Collect the lines of the entries where "simulated" shows up.

Saved entries
◆ ◆ ◆

"""Player moves: calibration by simulation, detection against the demo league's truth."""

from __future__ import annotations

import numpy as np
import pytest
from sklearn.metrics import roc_auc_score

from drift.measure.moves import pair_moves, requested_pairs
from drift.model.noise import consecutive_pairs


def _with_truth(moves, truth):
    t = truth[truth["stint"] == 0][["player_id", "season", "true_role"]]
    a = moves.merge(t.rename(columns={"season": "season_from", "true_role": "true_from"}),
                    on=["player_id", "season_from"])
    a = a.merge(t.rename(columns={"season": "season_to", "true_role": "true_to"}), on=["player_id", "season_to"])
    a["real_change"] = a["true_from"] != a["true_to"]
    return a


@pytest.fixture(scope="module")
def simulated():
    """A second league from another seed: the model never saw it while we tuned anything."""
    import tempfile
    from pathlib import Path

    from drift.api import analyse, fit_model, prepare
    from drift.sim.demo import generate_league, write_league

    league = generate_league(seed=11)
    with tempfile.TemporaryDirectory() as tmp:
        write_league(Path(tmp), league)
        prepared = prepare(tmp)
        model = fit_model(prepared)
        analysis = analyse(prepared, model)
    moves = analysis.moves[analysis.moves["kind"] == "consecutive"]
    return _with_truth(moves, league.truth.astype({"season": str}))


def test_no_change_players_beyond_noise_near_nominal_rate(simulated):
    null = simulated[~simulated["real_change"]]
    rate = (null["p_value"] < 0.05).mean()
    print(f"simulation: {rate:.1%} of {len(null)} no-change pairs beyond noise at the 5% level")
    assert 0.03 <= rate <= 0.07  # stated band around the nominal 5%
    assert 0.003 <= (null["p_value"] < 0.01).mean() <= 0.02


def test_real_role_changes_are_found(simulated):
    real = simulated[simulated["real_change"]]
    found = (real["p_value"] < 0.05).mean()
    at_default = real["beyond_noise"].mean()  # the default level, 0.01
    print(f"simulation: {found:.1%} of {len(real)} real role changes beyond noise at 5%, "
          f"{at_default:.1%} at the default 1%")
    assert found >= 0.85 and at_default >= 0.85


def _scores(frame, flag):
    tp = (flag & frame["real_change"]).sum()
    return tp / max(flag.sum(), 1), tp / max(frame["real_change"].sum(), 1)


def test_role_changed_precision_recall_auc_on_demo(demo_analysis, demo_truth):
    moves = demo_analysis.moves[demo_analysis.moves["kind"] == "consecutive"]
    a = _with_truth(moves, demo_truth)
    precision, recall = _scores(a, a["role_changed"])
    naive_p, naive_r = _scores(a, a["role_from"] != a["role_to"])
    auc = roc_auc_score(a["real_change"], a["distance"])
    print(f"demo league: role_changed precision {precision:.3f} recall {recall:.3f}; "
          f"naive label comparison precision {naive_p:.3f} recall {naive_r:.3f}; ROC AUC of distance {auc:.3f}")
    assert precision >= 0.95 and recall >= 0.85
    assert naive_p < precision - 0.2  # labels alone flip for boundary players
    assert auc >= 0.95


def test_statuses_are_consistent(demo_analysis):
    m = demo_analysis.moves
    differs = m["role_from"] != m["role_to"]
    assert (m.loc[m["status"] == "changed"].pipe(lambda d: d["beyond_noise"] & (d["role_from"] != d["role_to"]))).all()
    assert (~m.loc[m["status"] == "unsettled", "beyond_noise"]).all()
    assert (m["role_changed"] == (differs & m["beyond_noise"])).all()
    assert m["percentile"].between(0, 100).all()
    assert (m["distance"] > 0).all()


def test_drivers_are_signed_features_in_units_and_sd(demo_model, demo_prepared):
    kept = demo_prepared.kept.iloc[[0, 0]].copy()
    kept["player_id"] = "X"
    kept["season"] = ["2020", "2021"]
    kept.iloc[1, kept.columns.get_loc("three_pa_rate")] = kept["three_pa_rate"].iloc[0] + 0.3
    placed = demo_model.place(kept)
    moves = pair_moves(demo_model, kept, placed, np.array([0]), np.array([1]), alpha=0.01)
    drivers = [moves[f"driver_{i}"].iloc[0] for i in (1, 2, 3)]
    assert "three_pa_rate" in drivers
    i = drivers.index("three_pa_rate") + 1
    # the change is in shrunk values: the raw 0.3 times the value's shrinkage factor (same sample both seasons)
    factor = demo_model.processed(kept)[1].factor[0, list(demo_model.features_).index("three_pa_rate")]
    assert 0.8 < factor < 1
    assert moves[f"driver_{i}_change"].iloc[0] == pytest.approx(0.3 * factor, abs=1e-6)
    assert moves[f"driver_{i}_change_sd"].iloc[0] > 1


def test_compare_any_two_seasons(demo_prepared, demo_model):
    kept = demo_prepared.kept
    i, j = requested_pairs(kept, "2019-20", "2024-25")
    assert len(i) > 50
    assert (kept["season"].to_numpy()[i] == "2019-20").all() and (kept["season"].to_numpy()[j] == "2024-25").all()
    assert (kept["player_id"].to_numpy()[i] == kept["player_id"].to_numpy()[j]).all()


def test_stint_moves_before_and_after_trade(demo_analysis, demo_truth):
    st = demo_analysis.stints
    assert len(st) > 20 and (st["kind"] == "stint").all() and st["traded"].all()
    assert (st["stint_to"] == st["stint_from"] + 1).all()
    assert (st["team_from"] != st["team_to"]).all()


def test_consecutive_pairs_allow_gaps(demo_prepared):
    kept = demo_prepared.kept
    i, j = consecutive_pairs(kept)
    assert (kept["player_id"].to_numpy()[i] == kept["player_id"].to_numpy()[j]).all()
    assert (kept["season"].to_numpy()[i] < kept["season"].to_numpy()[j]).all()


def test_comparables_are_five_nearest_other_players(demo_analysis):
    comps = demo_analysis.comparables
    counts = comps.groupby(["player_id", "season"]).size()
    assert (counts == 5).all()
    assert (comps["player_id"] != comps["comp_player_id"]).all()
    assert comps.groupby(["player_id", "season"])["distance"].apply(lambda d: d.is_monotonic_increasing).all()


def test_stint_moves_against_truth(demo_analysis, demo_truth):
    """Mid-season trades in the demo: 30% change role at the trade (known truth)."""
    t = demo_truth[demo_truth["stint"] > 0][["player_id", "season", "stint", "true_role"]]
    st = demo_analysis.stints.rename(columns={"season_from": "season"})
    x = st.merge(t.rename(columns={"stint": "stint_from", "true_role": "a"}), on=["player_id", "season", "stint_from"])
    x = x.merge(t.rename(columns={"stint": "stint_to", "true_role": "b"}), on=["player_id", "season", "stint_to"])
    real = x["a"] != x["b"]
    tp = (real & x["role_changed"]).sum()
    print(f"demo stints: {len(x)} trade pairs, {real.sum()} real role changes, flagged {x['role_changed'].sum()}, "
          f"correct {tp}")
    assert real.sum() >= 10
    assert tp / real.sum() >= 0.85 and tp / max(x["role_changed"].sum(), 1) >= 0.9


def test_null_in_blocks_matches_one_block(demo_model, demo_prepared, monkeypatch):
    # memory stays bounded by building the null per block; the figures must not change
    import drift.model.movenoise as movenoise

    kept = demo_prepared.kept
    i, j = consecutive_pairs(kept)
    placed = demo_model.place(kept)
    whole = pair_moves(demo_model, kept, placed, i, j, alpha=0.01)
    monkeypatch.setattr(movenoise, "BLOCK", 37)
    blocked = pair_moves(demo_model, kept, placed, i, j, alpha=0.01)
    assert len(i) > 37 * 3
    np.testing.assert_array_equal(whole["p_value"], blocked["p_value"])
    np.testing.assert_array_equal(whole["noise_distance"], blocked["noise_distance"])


def test_a_zero_move_has_a_finite_z(demo_model, demo_prepared):
    kept = demo_prepared.kept.iloc[[0, 0]].copy()
    kept["player_id"] = "X"
    kept["season"] = ["2020", "2021"]
    moves = pair_moves(demo_model, kept, demo_model.place(kept), np.array([0]), np.array([1]), alpha=0.01)
    assert moves["distance"].iloc[0] == 0 and moves["p_value"].iloc[0] == pytest.approx(1.0)
    assert np.isfinite(moves["z"]).all() and moves["z"].iloc[0] < -8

◆ ◆ ◆

§ TASK RESPONSE
def simulated():
def test_no_change_players_beyond_noise_near_nominal_rate(simulated):
    null = simulated[~simulated["real_change"]]
def test_real_role_changes_are_found(simulated):
    real = simulated[simulated["real_change"]]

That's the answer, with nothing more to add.